Kaveh Safavi, managing director of Accenture’s North America health business, called the hesitancy part of a cultural shift. The Open Notes Project, an experiment in completely open health-care sponsored by the Robert Wood Johnson Foundation, found that some doctors hesitated to grant access because they feared patients would get enough information to make to make them waste time on irrelevancies.

“What they found out was, it wasn’t like that at all. The reality was, it wasn’t a burden, and in fact it was a benefit.,” Safavi said. “So my view is, there’s an experience thing that has to happen here.”

Susan Hogeland, executive vice president of the California Academy of Family Physicians, said such digital synergy is much harder to achieve for medical groups of less than 50 doctors, to say nothing of sole practitioners.

“A lot of it is, they don’t have the time to do it,” she said. “The incentives were great, and we’re delighted that they were offered, but a lot of it comes down to the pressure of keeping the wheels spinning in the office and not have a financial disaster on their hands while they adopt EHRs.”

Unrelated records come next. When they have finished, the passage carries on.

"""The row table of a store, and the usage counts of its live codes.

A stored code lives in a *row*: its packed words, its weight and a removal
flag. Ids are handed out 0, 1, 2, ... and never reused; rows and ids
coincide (``row_ids`` is None) until ``compact`` drops removed rows or an
``add`` gives ids with gaps, after which a sorted ``row -> id`` table maps
between them. A table never changes in place where a reader could see it:
``prepare_append`` fills new buffers or the unused room past ``rows``, and
``commit`` swaps them in, which is what a store does under its write lock.
"""

from __future__ import annotations

import numpy as np

from .. import validation
from .._numba import kernels
from .._numba.config import PARALLEL_LOCK
from ..health import summed_counts
from ..codes import (PACKED_MAX_BITS, Codes, adopt_csr, adopt_words, index_dtype, index_table, packed_table,
                     packed_words, row_table)

__all__ = ["RowTable", "PendingRows", "UsageCounts", "LAYOUTS", "layout_for"]


#: The two row layouts: packed words (narrow codes) or sorted set-bit indices (wide ones).
LAYOUTS = ("packed", "sparse")


def layout_for(bits: int) -> str:
    """The layout a store of this width keeps its rows in: packed up to ``PACKED_MAX_BITS``, indices above.

    Examples
    --------
    >>> layout_for(2048), layout_for(2**20)
    ('packed', 'sparse')
    """
    return "packed" if bits <= PACKED_MAX_BITS else "sparse"


class PendingRows:
    """New row arrays for an append, ready to be swapped in by :meth:`RowTable.commit`."""

    __slots__ = ("words", "indptr", "indices", "weights", "removed", "row_ids", "rows", "next_id")

    def __init__(self, words, indptr, indices, weights, removed, row_ids, rows, next_id):
        self.words, self.indptr, self.indices = words, indptr, indices
        self.weights, self.removed, self.row_ids = weights, removed, row_ids
        self.rows, self.next_id = rows, next_id


class RowTable:
    """Stored codes by row — packed words or sorted indices — with weights, removal flags and the id <-> row map.

    ``layout="packed"``: row ``r`` is ``words[r]``. ``layout="sparse"``: its
    set bits are ``indices[indptr[r]:indptr[r + 1]]``, ascending, in the
    narrowest unsigned type for the width; memory follows the set bits.
    :meth:`kernel_table` hands either to the kernels.

    Examples
    --------
    >>> from sparseindex import Codes
    >>> table = RowTable(16)
    >>> batch = Codes.from_indices([[1, 2], [3]], 16)
    >>> table.commit(table.prepare_append(batch, np.array([0, 5])))
    >>> table.row_of(5), table.row_of(1), table.live_ids().tolist()
    (1, -1, [0, 5])
    >>> table.check()
    """

    def __init__(self, bits: int, layout: str = "packed"):
        if layout not in LAYOUTS:
            raise ValueError(f"layout={layout!r} must be one of {LAYOUTS}")
        self.bits = bits
        self.layout = layout
        self.words = np.zeros((0, (bits + 63) // 64), dtype=np.uint64)
        self.indptr = np.zeros(1, dtype=np.int64)  # sparse: rows + 1 used, spare room after
        self.indices = np.zeros(0, dtype=index_dtype(bits))
        self.weights = np.zeros(0, dtype=np.int32)
        self.removed = np.zeros(0, dtype=bool)
        self.row_ids = None  # None: row r holds id r
        self.rows = 0
        self.next_id = 0
        self.removed_count = 0

    @classmethod
    def from_arrays(cls, bits, *, words=None, indptr=None, indices=None, weights, removed, row_ids, rows, next_id,
                    removed_count) -> "RowTable":
        """A table over already-checked arrays (a loaded file), without copying them."""
        table = cls(bits, "packed" if indptr is None else "sparse")
        table.adopt(words, indptr, indices, weights, removed, row_ids, rows, next_id, removed_count)
        return table

    def adopt(self, words, indptr, indices, weights, removed, row_ids, rows, next_id, removed_count) -> None:
        if self.layout == "packed":
            self.words = words
        else:
            self.indptr, self.indices = indptr, indices
        self.weights, self.removed, self.row_ids = weights, removed, row_ids
        self.rows, self.next_id, self.removed_count = rows, next_id, removed_count

    # -- sizes ------------------------------------------------------------

    @property
    def live(self) -> int:
        """Rows that hold a stored (not removed) code."""
        return self.rows - self.removed_count

    @property
    def nbytes(self) -> int:
        total = self.weights.nbytes + self.removed.nbytes
        total += self.words.nbytes if self.layout == "packed" else self.indptr.nbytes + self.indices.nbytes
        return total + (0 if self.row_ids is None else self.row_ids.nbytes)

    def kernel_table(self) -> tuple:
        """The rows as a kernel row table (views of the used part)."""
        if self.layout == "packed":
            return packed_table(self.words)
        return index_table(self.indptr[: self.rows + 1], self.indices[: self.indptr[self.rows]], self.bits)

    # -- ids <-> rows -----------------------------------------------------

    def ids_of(self, rows: np.ndarray) -> np.ndarray:
        """Ids held by ``rows`` (a new int64 array)."""
        if self.row_ids is None:
            return rows.astype(np.int64, copy=True)
        return self.row_ids[rows]

    def row_of(self, code_id: int) -> int:
        """Row of a stored id, or -1 if the id was never stored or was compacted away."""
        if code_id < 0 or code_id >= self.next_id:
            return -1
        if self.row_ids is None:
            return code_id
        r = int(np.searchsorted(self.row_ids[: self.rows], code_id))
        return r if r < self.rows and self.row_ids[r] == code_id else -1

    def rows_of(self, ids: np.ndarray):
        """(rows, live): the row of each id (0 where none) and whether it holds a stored code."""
        if self.row_ids is None:
            rows = ids.copy()
            live = (rows >= 0) & (rows < self.rows)
        else:
            table = self.row_ids[: self.rows]
            rows = np.searchsorted(table, ids)
            inside = rows < self.rows
            rows[~inside] = 0
            live = inside & (table[rows] == ids) if self.rows else np.zeros(ids.shape[0], dtype=bool)
        rows[~live] = 0
        if self.rows:
            live &= ~self.removed[rows]
        return rows, live

    def live_rows_of(self, ids, what: str) -> np.ndarray:
        """Rows of ``ids`` (an int or 1-D ints); KeyError naming the first one not stored."""
        arr = validation.ids_below(ids, self.next_id, what)
        rows, live = self.rows_of(arr)
        if not live.all():
            raise KeyError(f"{what}: id {int(arr[np.flatnonzero(~live)[0]])} was removed")
        return rows

    def live_rows(self) -> np.ndarray:
        return np.flatnonzero(~self.removed[: self.rows])

    def live_ids(self) -> np.ndarray:
        """Ids of every stored code, ascending."""
        return self.ids_of(self.live_rows())

    def codes_of(self, rows: np.ndarray) -> Codes:
        """The codes of ``rows`` as a new batch."""
        if self.layout == "packed":
            return adopt_words(self.words[rows], self.bits)
        indptr, indices = self._gather(rows)
        return adopt_csr(indptr, indices, self.bits)

    def _gather(self, rows):
        lengths = self.indptr[rows + 1] - self.indptr[rows]
        indptr = np.zeros(rows.shape[0] + 1, dtype=np.int64)
        np.cumsum(lengths, out=indptr[1:])
        at = np.repeat(self.indptr[rows] - indptr[:-1], lengths) + np.arange(indptr[-1])
        return indptr, self.indices[at]

    # -- changes ----------------------------------------------------------

    def prepare_append(self, batch: Codes, ids: np.ndarray, *, adopt: bool = False) -> PendingRows:
        """Row arrays holding the current rows and ``batch`` under ``ids`` (ascending, from ``next_id`` up).

        Nothing a reader sees is written: growth copies into new buffers
        (1.5 times the room needed), otherwise the new rows go into the
        room past ``rows``. ``adopt`` lets an empty packed table take the
        batch's words themselves (a batch never changes), sparing a copy of
        fresh memory.
        """
        m, used = len(batch), self.rows
        need = used + m
        weights, removed, row_ids = self.weights, self.removed, self.row_ids
        if row_ids is None and not np.array_equal(ids, np.arange(self.next_id, self.next_id + m)):
            # ids and rows part ways here: start the row -> id table
            row_ids = np.arange(max(weights.shape[0], used), dtype=np.int64)
        words, indptr, indices = self.words, self.indptr, self.indices
        if self.layout == "packed":
            new_words = packed_words(batch)
            if adopt and used == 0:
                return PendingRows(new_words, indptr, indices, batch.weights.astype(np.int32),
                                   np.zeros(m, dtype=bool),
                                   None if row_ids is None else ids.astype(np.int64, copy=True), need, int(ids[-1]) + 1)
            if need > words.shape[0]:
                words = _grown(words, _room(need, words.shape[0]), used)
            words[used:need] = new_words
        else:
            _, b_indptr, b_indices = row_table(batch) if batch.layout == "sparse" else (None, *batch.to_csr())
            start = int(indptr[used])
            end = start + b_indices.shape[0]
            if need + 1 > indptr.shape[0]:
                indptr = _grown(indptr, _room(need + 1, indptr.shape[0]), used + 1)
            if end > indices.shape[0]:
                indices = _grown(indices, _room(end, indices.shape[0]), start)
            indptr[used + 1 : need + 1] = start + b_indptr[1:]
            indices[start:end] = b_indices
        if need > weights.shape[0]:
            room = _room(need, weights.shape[0])
            weights, removed = _grown(weights, room, used), _grown(removed, room, used)
            if row_ids is not None:
                row_ids = _grown(row_ids, room, used)
        elif row_ids is not None and need > row_ids.shape[0]:
            row_ids = _grown(row_ids, weights.shape[0], used)
        weights[used:need] = batch.weights
        removed[used:need] = False
        if row_ids is not None:
            row_ids[used:need] = ids
        return PendingRows(words, indptr, indices, weights, removed, row_ids, need, int(ids[-1]) + 1)

    def commit(self, pending: PendingRows) -> None:
        """Swap in prepared arrays; cannot fail."""
        self.adopt(pending.words, pending.indptr, pending.indices, pending.weights, pending.removed,
                   pending.row_ids, pending.rows, pending.next_id, self.removed_count)

    def mark_removed(self, rows: np.ndarray) -> None:
        self.removed[rows] = True
        self.removed_count += rows.shape[0]

    def compacted(self) -> "RowTable":
        """A new table of the live rows only; ids and ``next_id`` unchanged."""
        live = self.live_rows()
        kept = live.shape[0]
        ids_kept = self.ids_of(live)
        parts = dict(words=np.ascontiguousarray(self.words[live])) if self.layout == "packed" else dict(
            zip(("indptr", "indices"), self._gather(live)))
        return RowTable.from_arrays(
            self.bits, **parts, weights=self.weights[live].copy(), removed=np.zeros(kept, dtype=bool),
            row_ids=None if kept == self.next_id else ids_kept, rows=kept, next_id=self.next_id, removed_count=0)

    # -- derived figures --------------------------------------------------

    def indices_of(self, rows=None):
        """CSR (indptr, set-bit indices as int64) of ``rows`` (None: every row)."""
        rows = np.arange(self.rows) if rows is None else np.asarray(rows, dtype=np.int64)
        if self.layout == "packed":
            return kernels.unpack_indices(self.words[rows], self.weights[rows].astype(np.int64))
        indptr, indices = self._gather(rows)
        return indptr, indices.astype(np.int64)

    def bit_usage(self, rows=None):
        """Set-bit counts of ``rows`` (None: every live row) as ``(bits, counts)``.

        Packed rows: ``bits`` is None and ``counts[b]`` counts bit ``b``.
        Index rows: ``bits`` are the distinct bits set (ascending), so the
        figures follow the set bits, not the width.
        """
        if self.layout == "sparse":
            _, bits = self.indices_of(self.live_rows() if rows is None else rows)
            used, counts = np.unique(bits, return_counts=True)
            return used.astype(np.int64), counts.astype(np.int64)
        if rows is None:
            if self.rows == 0:
                return None, np.zeros(self.bits, dtype=np.int64)
            pick, skip, words = np.zeros(0, dtype=np.int64), self.removed[: self.rows], self.words[: self.rows]
        else:
            pick, skip, words = np.asarray(rows, dtype=np.int64), np.zeros(0, dtype=bool), self.words
            if pick.shape[0] == 0:
                return None, np.zeros(self.bits, dtype=np.int64)
        with PARALLEL_LOCK:
            return None, kernels.bit_usage(words, pick, skip)[: self.bits]

    def weight_hist(self, rows=None) -> np.ndarray:
        """Codes of each weight 0..heaviest among ``rows`` (None: every live row)."""
        weights = self.weights[: self.rows][~self.removed[: self.rows]] if rows is None else self.weights[rows]
        return np.bincount(weights, minlength=1).astype(np.int64)

    def check(self, threshold: int = 1) -> None:
        """Every invariant of the table; AssertionError describing the first that fails."""
        n = self.rows
        state = (f"RowTable(bits={self.bits}, {self.layout}, rows={n}, next_id={self.next_id}, "
                 f"removed={self.removed_count})")
        assert self.weights.shape[0] >= n and self.removed.shape[0] >= n, state
        if self.layout == "packed":
            assert self.words.shape[0] >= n, state
            words = self.words[:n]
            assert np.array_equal(kernels.row_weights(words), self.weights[:n].astype(np.int64)), \
                f"weights stale: {state}"
            tail = self.bits % 64
            if tail and n:
                assert not np.any(words[:, -1] >> np.uint64(tail)), f"padding bits set: {state}"
        else:
            ptr = self.indptr[: n + 1]
            assert self.indptr.shape[0] >= n + 1 and ptr[0] == 0 and np.all(np.diff(ptr) >= 0), f"pointers: {state}"
            assert self.indices.shape[0] >= ptr[-1] and self.indices.dtype == index_dtype(self.bits), state
            assert np.array_equal(np.diff(ptr), self.weights[:n]), f"weights stale: {state}"
            idx = self.indices[: ptr[-1]].astype(np.int64)
            assert idx.size == 0 or idx.max() < self.bits, f"index out of range: {state}"
            step = np.diff(idx)
            inner = np.ones(step.shape[0], dtype=bool)
            inner[ptr[1:-1][ptr[1:-1] > 0] - 1] = False  # a row boundary is not a step inside a row
            assert np.all(step[inner] > 0), f"indices not ascending within a row: {state}"
        assert int(self.removed[:n].sum()) == self.removed_count, f"removed count: {state}"
        if n:
            assert self.weights[:n].min() >= threshold, f"a stored code is lighter than threshold: {state}"
        if self.row_ids is not None:
            ids = self.row_ids[:n]
            assert np.all(np.diff(ids) > 0), f"row ids not ascending: {state}"
            assert n == 0 or (ids[0] >= 0 and ids[-1] < self.next_id), state
        else:
            assert n == self.next_id, f"identity row map but rows != next_id: {state}"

Overall, the Healthcare Foundation report shows a mixed picture.

In addition to the state’s lackluster performance in some areas, study author Jodi Simon also pointed to signs of progress. In 2007, just 13 percent of the state’s hospitals used EHRs. Last year, half did. In 2005, a scant 3 percent of community clinics used the computerized forms. The most recent records available in that category, for 2011, show that 65 percent of the centers now use them.

“There’s been progress,” said Jodi Simon, author of the Healthcare Foundation report. “You kind of balance the fact that community clinics’ growth has been through the roof, versus the fact that e-prescribing has been abysmal. And the other sectors have made steady but not striking progress.”